Untersuchung des Einflusses von Angiotensin-Rezeptor-Neprilysin-Inhibitoren (ARNI) auf das kollaterale Arterienwachstum im koronaren Arteriogenesemodell in der Ratte

Investigation of the effect of angiotensin receptor neprilysin inhibitors (ARNI) on collateral artery growth in the coronary arteriogenesis model of the rat

Heart failure triggered by myocardial ischemia is one of the leading causes of human death worldwide. Research into preventive measures to avoid the development of heart failure after myocardial infarction and ultimately the event of sudden cardiac death has been ongoing for many years. Studies have shown that patients with high-grade occlusions of large coronary arteries with a distinct coronary collateral vascular network have a better prognosis to survive myocardial infarction, since collateral arteries can restore blood flow in the ischemic area in the case of myocardial infarction.
Arteriogenesis describes the growth of small collateral blood vessels into larger conducting blood vessels. Current research aims to stimulate natural arteriogenesis by various therapeutic measures. Therapeutic arteriogenesis serves as an important compensatory mechanism for the prevention of vascular ischemia through the growth of biological bypasses. Previous studies showed that increasing bradykinin concentration and reducing kinin degradation positively stimulate arteriogenesis in the periphery and brain. The aim of the dissertation at hand was to investigate whether the angiotensin receptor/ neprilysin inhibitor Entresto®, consisting of the pharmacological combination preparation sacubitril and valsartan, therapeutically stimulates protective myocardial arteriogenesis in a rat heart arteriogenesis model by enhancing bradykinin.
At the start of the study, the repetitive-occluding program (ROP) was established to stimulate coronary collateral growth in the heart of the Sprague-Dawley rat. To achieve this, a balloon catheter was surgically implanted on the ramus interventricularis paraconalis of the coronary sinistra artery. Over the next seven days, the catheter was repeatedly inflated with air following a tightly controlled schedule, each time triggering the short-term occlusion of the artery. This procedure was monitored by a standardized computer program. After seven days, myocardial infarction was triggered by the permanent inflation of the occluder during the final surgery, which was followed by the removal of the heart. The study included four experimental groups. All groups received the initial operation. One group (Rop) was then connected to the repetitiveoccluding program. One group served as a control group and was not connected to the ROP. The other two experimental groups also used the ROP, and in addition, the groups received different drug therapies. One of these experimental groups was treated with the combined angiotensin receptor-neprilysin inhibitor Entresto®, whereas the other group was treated with the angiotensin receptor blocker valsartan. The primary end-point measurement was performed by determining the collateral perfusion using isotope-labeled microspheres injected during both the initial and final surgery.
After using the repetitive-occluding program for seven days, the mean collateral perfusion was found to be significantly higher in the ROP group than in the control group. In the experimental group treated with valsartan, no additional improvement in coronary arteriogenesis could be detected compared with the group treated with ROP alone. The group additionally treated with the angiotensin receptor/neprilysin inhibitor Entresto® showed a significantly improved collateral perfusion compared with the other experimental groups.

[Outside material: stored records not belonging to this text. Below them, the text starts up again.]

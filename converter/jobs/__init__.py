"""Jobs: plain functions from drawings and settings to records; no command line here."""
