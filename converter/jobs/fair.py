"""The job `fair`: profiles of a drawing in, fair curves in their place out, with a record of every one."""

import math
import time
from collections.abc import Callable
from pathlib import Path

import numpy as np

import converter
from converter.drawing import Drawing, Profile, Written, read_drawing, replace, save
from converter.files import check_output
from converter.jobs.assess import Assessment, assess
from converter.jobs.choices import choices, found, not_kept, possible_form
from converter.jobs.corners import corner_turns, outline_corners
from converter.jobs.forms import Result, Search
from converter.jobs.marks import Marks, read_marks
from converter.jobs.records import DeviationRecord, FairRecord, ProfileRecord
from converter.jobs.settings import CHORD_SHARE, MOST_ROUNDING, FairSettings, Stated, stated
from converter.jobs.writing import counts_of, least_of, rounded
from geometry.arrays import FloatArray
from geometry.deviation import hausdorff
from geometry.fairness import fairness
from geometry.polyline import Polyline
from geometry.signed import deviation_statistics
from geometry.travel import travel_order

__all__ = ["FairSettings", "fair_drawing"]

_WIDTH = 1.0 / 200.0
_FEW = 30  # entities: no more need be said of how many they are
_OUT_OF_ORDER = 1.5  # tolerances that outline and curve may be apart in order of travel: the bound is not tight
_SHORT = 0.7  # of the recommended tolerance: one that is smaller leaves jaggedness in the curve


def fair_drawing(
    source: Path, output: Path | None, settings: FairSettings, progress: Callable[[int, int], None] | None = None
) -> FairRecord:
    """Fair the profiles of a drawing and write it.

    Args:
        source: DXF file, never changed.
        output: DXF file; it appears whole or not at all. None writes nothing and only reports.
        settings: see `FairSettings`.
        progress: called with profiles done and profiles in all, after each.

    Raises:
        ConverterError: the input or the settings cannot be used, or the output cannot be written.
    """
    clock = time.perf_counter()
    if output is not None:
        check_output(output, settings.force, [source])
    drawing = read_drawing(source, settings.layers, settings.gap, settings.units)
    drawing.require_profiles()
    lengths = stated(settings, drawing)
    version = (settings.version or drawing.version).upper()
    record = FairRecord(
        "fair",
        converter.__version__,
        str(source),
        None if output is None else str(output),
        drawing.units.symbol,
        lengths.tolerance if lengths.tolerance is not None else "auto",
        _chord_error(settings, lengths),
        settings.form,
        settings.degree,
        drawing.gap,
        settings.budget,
        settings.decimals,
    )
    record.seconds["read"] = time.perf_counter() - clock
    clock = time.perf_counter()
    count = len(drawing.profiles)
    marks = read_marks(drawing, settings.corners_on)
    for done, profile in enumerate(list(drawing.profiles), start=1):
        record.profiles.append(_fair_profile(drawing, profile, lengths, version, marks, settings))
        if progress is not None:
            progress(done, count)
    record.seconds["fair"] = time.perf_counter() - clock
    clock = time.perf_counter()
    record.warnings += [*marks.unused(), *drawing.warnings]
    if output is not None:
        record.warnings += save(drawing, output, settings.version, settings.force)
    record.passed_through = dict(drawing.passed_through)
    record.skipped = [{"handle": s.handle, "type": s.type, "reason": s.reason} for s in drawing.skipped]
    record.seconds["write"] = time.perf_counter() - clock
    return record


def _chord_error(settings: FairSettings, lengths: Stated) -> float | str:
    if settings.budget is not None:
        return f"the smallest that keeps {settings.budget} entities a profile"
    return lengths.chord_error if lengths.chord_error is not None else f"{CHORD_SHARE:g} of the tolerance"


def _fair_profile(
    drawing: Drawing, profile: Profile, lengths: Stated, version: str, marks: Marks, settings: FairSettings
) -> ProfileRecord:
    need = assess(profile, lengths.tolerance, settings.redraw)
    if need.as_drawn or need.outline is None:
        return _as_drawn(profile, need, need.reason)
    angle = None if settings.corner_angle is None else math.radians(settings.corner_angle)
    origin = need.outline.points[0]  # a given point: far from the origin of the drawing nothing is rounded by this
    outline = need.outline.moved(-origin)
    pins = marks.in_frame(profile) - origin
    corners, used = outline_corners(outline, need.tolerance, angle, pins, need.pitch)
    marks.used |= used
    form, said = possible_form(settings.form, profile, version)
    writing = lengths.writing_as(form)
    if writing.rounding > MOST_ROUNDING * need.tolerance:
        return _failed(
            profile,
            need,
            f"{settings.decimals} decimals move points by up to {writing.rounding:.3g}, too much for a tolerance of "
            f"{need.tolerance:.3g}; state more of them",
        )
    search = Search(outline, corners, need.tolerance, settings.degree, need.slack)
    result, reached = found(search, writing, lengths, settings.budget)
    if result is None:
        return _failed(profile, need, "no fair curve keeps the tolerance; state a larger one")
    curve = rounded(result.curve.moved(origin), result.circle, settings.decimals)
    written = replace(drawing, profile, curve, version, settings.decimals)
    record = _record(profile, need, written, result, origin)
    record.least = least_of(result.faired.spline, result.faired.circle, result.chord_error, writing)
    record.within_budget = reached
    record.warnings += [*said, *(f"not kept: {line}" for line in written.lost)]
    record.warnings += _doubts(result, need, record)
    record.warnings += not_kept(result, curve, writing, origin, None if reached else settings.budget)
    record.choices = choices(search, record, form, lengths, settings, profile, version)
    return record


def _doubts(result: Result, need: Assessment, record: ProfileRecord) -> list[str]:
    """Return what a person has to know about a curve."""
    said = []
    if result.crosses:
        said.append("the curve crosses or touches itself: two walls are closer than the tolerance")
    if need.jaggedness is not None and need.jaggedness.kind == "stations":
        said.append(f"{need.jaggedness.reason}, yet they were taken as the outline")
    if need.jaggedness is not None and need.tolerance < _SHORT * need.jaggedness.tolerance:
        said.append(
            f"{need.tolerance:.4g} is too little to take out the jaggedness, which stays in the curve; --tolerance "
            f"auto would take {need.jaggedness.tolerance:.4g}: {need.jaggedness.reason}"
        )
    elif record.entities > max(record.vertices_in, _FEW):
        said.append(
            f"{record.entities} entities are more than the {record.vertices_in} vertices given; a larger tolerance or "
            "chord error takes fewer"
        )
    return said


def _as_drawn(profile: Profile, need: Assessment, reason: str) -> ProfileRecord:
    """Return the record of a profile that is not touched."""
    length = profile.length()
    area = profile.area()
    record = ProfileRecord(
        profile.id,
        profile.layer,
        profile.closed,
        profile.vertices_in,
        _kinds(profile),
        _kinds(profile),
        None,
        need.reason,
        _jaggedness(need),
        reason,
        vertices_out=profile.vertices_in,
        length_in=length,
        length_out=length,
        area_in=area,
        area_out=area,
        deviation=DeviationRecord(0.0, 0.0, 0.0, 0.0, 0.0),
    )
    if need.unusable:
        record.warnings.append(f"passed through unchanged: {reason}")
    return record


def _failed(profile: Profile, need: Assessment, reason: str) -> ProfileRecord:
    """Return the record of a profile that could not be faired as it was asked for."""
    record = _as_drawn(profile, need, reason.split(";")[0])
    record.within_tolerance = False
    record.warnings.append(f"left as drawn: {reason}")
    return record


def _kinds(profile: Profile) -> str:
    return "/".join(sorted(set(profile.types)))


def _jaggedness(need: Assessment) -> dict[str, float | str] | None:
    if need.jaggedness is None:
        return None
    return {"kind": need.jaggedness.kind, "size": need.jaggedness.size, "recommended": need.jaggedness.tolerance}


def _record(profile: Profile, need: Assessment, written: Written, result: Result, origin: FloatArray) -> ProfileRecord:
    """Return the record of a faired profile; the certificate is of the curve as the file will hold it."""
    outline, curve, tolerance = need.outline, written.curve, need.tolerance
    assert outline is not None
    deviation = hausdorff(outline, curve, _WIDTH * tolerance)
    certified = deviation.certified + need.slack
    in_order = travel_order(outline, curve, tolerance).certified + need.slack
    statistics = deviation_statistics(curve, outline, tolerance)
    points, turns = corner_turns(result.faired.spline.moved(origin))
    circle = result.faired.circle
    counts = counts_of(curve, written.type == "CIRCLE")
    record = ProfileRecord(
        profile.id,
        profile.layer,
        profile.closed,
        profile.vertices_in,
        _kinds(profile),
        written.type,
        tolerance,
        need.reason,
        _jaggedness(need),
        None,
        pieces=counts.pieces,
        control_points=counts.control_points,
        arcs=counts.arcs,
        lines=counts.lines,
        vertices_out=counts.vertices,
        entities=counts.entities,
        chord_error=result.chord_error,
        corners=[
            {"x": float(p[0]), "y": float(p[1]), "turn_deg": math.degrees(float(t))}
            for p, t in zip(points, turns, strict=True)
        ],
        deviation=DeviationRecord(
            certified, max(0.0, deviation.measured - need.slack), statistics.rms, statistics.mean_signed, in_order
        ),
        fairness={
            "before": fairness(outline, tolerance, _alongs(outline, points)).record(),
            "after": fairness(curve, tolerance).record(),
        },
        diameter=None if circle is None else 2.0 * circle[1],
        length_in=outline.length(),
        length_out=curve.length(),
        area_in=outline.area(),
        area_out=curve.area(),
        within_tolerance=certified <= tolerance,
    )
    if not record.within_tolerance:
        said = f"out of tolerance: certified {certified:.4g} of {tolerance:.4g}; state a larger tolerance"
        record.warnings.append(said)
    elif in_order > _OUT_OF_ORDER * tolerance:
        record.warnings.append(
            f"passed in the same order, outline and curve are only proven to stay within {in_order:.4g} of each other: "
            "the curve may cut across a narrow neck or leave out a spike; look there, or state a smaller tolerance"
        )
    return record


def _alongs(outline: Polyline, points: FloatArray) -> FloatArray:
    """Return the arc length of the vertex nearest to each point."""
    nearest = [int(((outline.points - point) ** 2).sum(axis=1).argmin()) for point in points]
    return outline.alongs()[np.array(nearest, dtype=np.intp)]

Thus, the study at hand proves for the first time that treatment with the angiotensin receptor/neprilysin inhibitor Entresto® leads to a marked improvement in collateral perfusion by accelerating the stimulation of collateral vessel growth. Crucial to the effect of Entresto® may be the increase or stabilization of bradykinin levels. This occurs due to the inhibition of neprilysin, the enzyme responsible for bradykinin degradation. At the same time, valsartan serves as a modulator of blood pressure regulation to counteract possible exaggerated effects of a neprilysin inhibitor. The demonstrated pharmacological mechanism triggered by Entresto® treatment may have a high clinical benefit as a preventive drug treatment option in heart failure and myocardial infarction.